Determine how many lines below contain the string "rows" and give that number without anything else.
*** Data extracts ***
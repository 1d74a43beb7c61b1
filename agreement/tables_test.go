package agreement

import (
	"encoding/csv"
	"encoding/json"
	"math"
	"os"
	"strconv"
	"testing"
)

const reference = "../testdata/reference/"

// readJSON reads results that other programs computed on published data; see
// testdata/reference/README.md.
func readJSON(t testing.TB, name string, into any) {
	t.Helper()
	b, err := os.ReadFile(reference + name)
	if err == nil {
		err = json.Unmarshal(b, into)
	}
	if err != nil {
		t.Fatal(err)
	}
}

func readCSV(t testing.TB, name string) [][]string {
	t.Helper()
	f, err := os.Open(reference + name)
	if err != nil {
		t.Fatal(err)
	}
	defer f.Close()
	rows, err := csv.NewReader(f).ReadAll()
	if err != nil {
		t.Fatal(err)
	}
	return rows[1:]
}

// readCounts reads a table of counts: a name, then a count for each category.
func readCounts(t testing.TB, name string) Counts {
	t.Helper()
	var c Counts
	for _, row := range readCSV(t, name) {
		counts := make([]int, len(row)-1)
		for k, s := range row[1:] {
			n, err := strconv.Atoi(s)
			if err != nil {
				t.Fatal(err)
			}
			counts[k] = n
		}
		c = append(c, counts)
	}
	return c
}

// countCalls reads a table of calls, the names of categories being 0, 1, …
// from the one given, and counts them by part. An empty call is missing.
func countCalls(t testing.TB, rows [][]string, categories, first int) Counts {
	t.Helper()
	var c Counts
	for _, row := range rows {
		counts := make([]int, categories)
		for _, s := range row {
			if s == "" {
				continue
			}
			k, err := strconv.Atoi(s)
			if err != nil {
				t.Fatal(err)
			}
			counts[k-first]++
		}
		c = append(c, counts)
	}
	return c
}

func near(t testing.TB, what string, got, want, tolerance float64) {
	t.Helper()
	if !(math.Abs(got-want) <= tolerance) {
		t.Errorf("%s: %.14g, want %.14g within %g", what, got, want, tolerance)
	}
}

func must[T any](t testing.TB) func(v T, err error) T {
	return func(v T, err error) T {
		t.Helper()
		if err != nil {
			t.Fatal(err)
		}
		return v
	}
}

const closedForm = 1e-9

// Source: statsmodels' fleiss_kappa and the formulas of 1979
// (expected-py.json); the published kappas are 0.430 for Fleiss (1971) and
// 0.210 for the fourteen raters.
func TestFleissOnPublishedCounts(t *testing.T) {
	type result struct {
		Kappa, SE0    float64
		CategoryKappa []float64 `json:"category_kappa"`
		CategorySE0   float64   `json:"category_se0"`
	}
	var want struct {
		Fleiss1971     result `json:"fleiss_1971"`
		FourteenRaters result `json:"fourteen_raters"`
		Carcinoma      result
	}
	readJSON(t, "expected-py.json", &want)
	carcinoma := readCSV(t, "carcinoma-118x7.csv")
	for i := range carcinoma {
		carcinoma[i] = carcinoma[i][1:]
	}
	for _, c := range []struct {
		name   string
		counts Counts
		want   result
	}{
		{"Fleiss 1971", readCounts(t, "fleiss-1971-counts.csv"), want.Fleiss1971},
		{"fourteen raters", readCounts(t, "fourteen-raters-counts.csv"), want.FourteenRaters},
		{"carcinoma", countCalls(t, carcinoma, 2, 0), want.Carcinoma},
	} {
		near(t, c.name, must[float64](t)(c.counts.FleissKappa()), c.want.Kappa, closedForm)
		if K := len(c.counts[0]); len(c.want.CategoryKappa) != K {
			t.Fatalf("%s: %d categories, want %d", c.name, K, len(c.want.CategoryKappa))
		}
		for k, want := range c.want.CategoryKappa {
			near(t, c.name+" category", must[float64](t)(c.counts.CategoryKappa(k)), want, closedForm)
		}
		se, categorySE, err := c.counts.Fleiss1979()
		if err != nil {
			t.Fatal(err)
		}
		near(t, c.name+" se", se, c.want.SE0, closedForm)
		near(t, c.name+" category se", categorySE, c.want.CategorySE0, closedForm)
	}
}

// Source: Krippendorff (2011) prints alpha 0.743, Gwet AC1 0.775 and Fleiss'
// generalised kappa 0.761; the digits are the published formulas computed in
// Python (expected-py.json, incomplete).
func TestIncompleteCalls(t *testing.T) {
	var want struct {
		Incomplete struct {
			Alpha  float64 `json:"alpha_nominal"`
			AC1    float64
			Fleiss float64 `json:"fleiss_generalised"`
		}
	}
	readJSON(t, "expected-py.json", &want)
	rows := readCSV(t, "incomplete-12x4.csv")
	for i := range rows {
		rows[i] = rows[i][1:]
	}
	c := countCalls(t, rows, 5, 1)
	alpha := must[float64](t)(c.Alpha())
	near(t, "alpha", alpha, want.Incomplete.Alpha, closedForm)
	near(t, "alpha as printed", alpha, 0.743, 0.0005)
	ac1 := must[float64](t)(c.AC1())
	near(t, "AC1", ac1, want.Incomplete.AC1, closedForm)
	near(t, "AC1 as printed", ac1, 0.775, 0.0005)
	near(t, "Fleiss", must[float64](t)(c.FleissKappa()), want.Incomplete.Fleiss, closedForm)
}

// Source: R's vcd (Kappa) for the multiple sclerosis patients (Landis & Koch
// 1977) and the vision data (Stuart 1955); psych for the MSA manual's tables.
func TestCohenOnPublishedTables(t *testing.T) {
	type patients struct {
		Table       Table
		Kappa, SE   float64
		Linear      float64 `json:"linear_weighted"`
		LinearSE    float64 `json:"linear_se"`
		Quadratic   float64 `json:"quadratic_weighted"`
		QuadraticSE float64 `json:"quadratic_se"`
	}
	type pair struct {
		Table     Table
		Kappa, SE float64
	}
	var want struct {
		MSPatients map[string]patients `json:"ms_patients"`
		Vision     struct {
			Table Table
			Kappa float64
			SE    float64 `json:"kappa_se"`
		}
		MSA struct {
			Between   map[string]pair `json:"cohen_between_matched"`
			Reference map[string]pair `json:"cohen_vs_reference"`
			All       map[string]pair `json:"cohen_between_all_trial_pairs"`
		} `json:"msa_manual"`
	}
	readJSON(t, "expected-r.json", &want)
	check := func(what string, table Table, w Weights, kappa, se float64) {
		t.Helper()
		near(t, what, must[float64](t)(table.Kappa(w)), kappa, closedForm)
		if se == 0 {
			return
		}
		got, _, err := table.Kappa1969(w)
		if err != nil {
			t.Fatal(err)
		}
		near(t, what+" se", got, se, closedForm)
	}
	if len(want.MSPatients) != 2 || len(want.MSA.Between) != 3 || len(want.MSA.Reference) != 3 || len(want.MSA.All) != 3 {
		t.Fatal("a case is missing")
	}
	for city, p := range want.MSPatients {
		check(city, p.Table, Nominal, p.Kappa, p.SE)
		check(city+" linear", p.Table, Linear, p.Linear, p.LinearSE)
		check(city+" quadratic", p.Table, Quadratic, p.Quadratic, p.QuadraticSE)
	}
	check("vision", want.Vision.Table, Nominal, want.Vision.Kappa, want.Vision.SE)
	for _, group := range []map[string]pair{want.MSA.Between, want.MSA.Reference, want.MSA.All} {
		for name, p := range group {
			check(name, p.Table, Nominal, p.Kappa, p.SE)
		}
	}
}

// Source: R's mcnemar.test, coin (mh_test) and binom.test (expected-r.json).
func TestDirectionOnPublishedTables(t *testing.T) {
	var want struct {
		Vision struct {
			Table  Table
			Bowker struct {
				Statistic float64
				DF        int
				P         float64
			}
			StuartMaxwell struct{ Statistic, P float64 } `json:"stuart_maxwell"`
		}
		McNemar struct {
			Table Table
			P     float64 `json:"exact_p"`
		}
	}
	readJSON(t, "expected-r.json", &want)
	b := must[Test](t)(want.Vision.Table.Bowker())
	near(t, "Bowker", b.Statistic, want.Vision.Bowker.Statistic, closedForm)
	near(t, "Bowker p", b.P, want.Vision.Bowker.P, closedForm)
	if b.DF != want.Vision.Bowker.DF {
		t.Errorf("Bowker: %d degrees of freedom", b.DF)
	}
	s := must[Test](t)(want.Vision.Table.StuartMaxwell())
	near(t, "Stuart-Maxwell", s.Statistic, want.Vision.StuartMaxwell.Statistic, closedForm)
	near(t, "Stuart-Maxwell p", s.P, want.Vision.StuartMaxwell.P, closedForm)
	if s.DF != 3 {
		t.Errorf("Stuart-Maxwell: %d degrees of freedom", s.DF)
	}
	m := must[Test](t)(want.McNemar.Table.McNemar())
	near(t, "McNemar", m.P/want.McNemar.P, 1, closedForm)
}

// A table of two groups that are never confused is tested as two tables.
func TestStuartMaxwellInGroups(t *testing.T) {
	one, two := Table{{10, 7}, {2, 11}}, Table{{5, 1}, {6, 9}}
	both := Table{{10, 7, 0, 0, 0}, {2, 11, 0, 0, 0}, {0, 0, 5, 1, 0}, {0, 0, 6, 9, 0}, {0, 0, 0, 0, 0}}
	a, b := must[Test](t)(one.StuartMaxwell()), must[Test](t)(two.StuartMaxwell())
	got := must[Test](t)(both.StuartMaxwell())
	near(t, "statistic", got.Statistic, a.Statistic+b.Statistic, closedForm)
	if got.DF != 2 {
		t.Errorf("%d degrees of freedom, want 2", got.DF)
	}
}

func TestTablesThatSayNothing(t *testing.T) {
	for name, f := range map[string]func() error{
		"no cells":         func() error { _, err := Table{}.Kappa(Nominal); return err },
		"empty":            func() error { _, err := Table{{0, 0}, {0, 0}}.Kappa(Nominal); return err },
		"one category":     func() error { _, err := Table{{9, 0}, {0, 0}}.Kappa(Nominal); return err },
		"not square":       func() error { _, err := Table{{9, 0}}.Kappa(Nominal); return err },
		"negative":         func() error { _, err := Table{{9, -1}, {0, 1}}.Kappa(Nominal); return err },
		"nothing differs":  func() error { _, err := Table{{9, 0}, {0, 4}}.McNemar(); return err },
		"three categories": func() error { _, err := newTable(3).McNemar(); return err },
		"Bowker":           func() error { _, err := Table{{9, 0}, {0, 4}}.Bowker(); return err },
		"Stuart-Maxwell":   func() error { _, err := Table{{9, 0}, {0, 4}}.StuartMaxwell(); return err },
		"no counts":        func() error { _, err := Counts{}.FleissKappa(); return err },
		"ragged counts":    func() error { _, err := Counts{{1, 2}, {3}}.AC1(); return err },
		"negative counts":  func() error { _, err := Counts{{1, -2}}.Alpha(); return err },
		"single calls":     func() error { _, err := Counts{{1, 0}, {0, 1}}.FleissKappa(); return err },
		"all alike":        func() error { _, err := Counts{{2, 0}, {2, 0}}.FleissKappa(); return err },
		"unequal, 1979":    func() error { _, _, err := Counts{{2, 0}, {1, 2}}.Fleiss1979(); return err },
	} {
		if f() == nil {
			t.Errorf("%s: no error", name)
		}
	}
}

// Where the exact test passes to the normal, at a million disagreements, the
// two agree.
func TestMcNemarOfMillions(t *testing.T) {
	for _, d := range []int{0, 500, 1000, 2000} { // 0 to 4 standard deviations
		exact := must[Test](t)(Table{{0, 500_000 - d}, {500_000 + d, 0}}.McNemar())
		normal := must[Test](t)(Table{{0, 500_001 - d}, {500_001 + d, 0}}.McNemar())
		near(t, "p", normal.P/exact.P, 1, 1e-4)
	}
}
*** End of Data extracts ***
Answer box:
8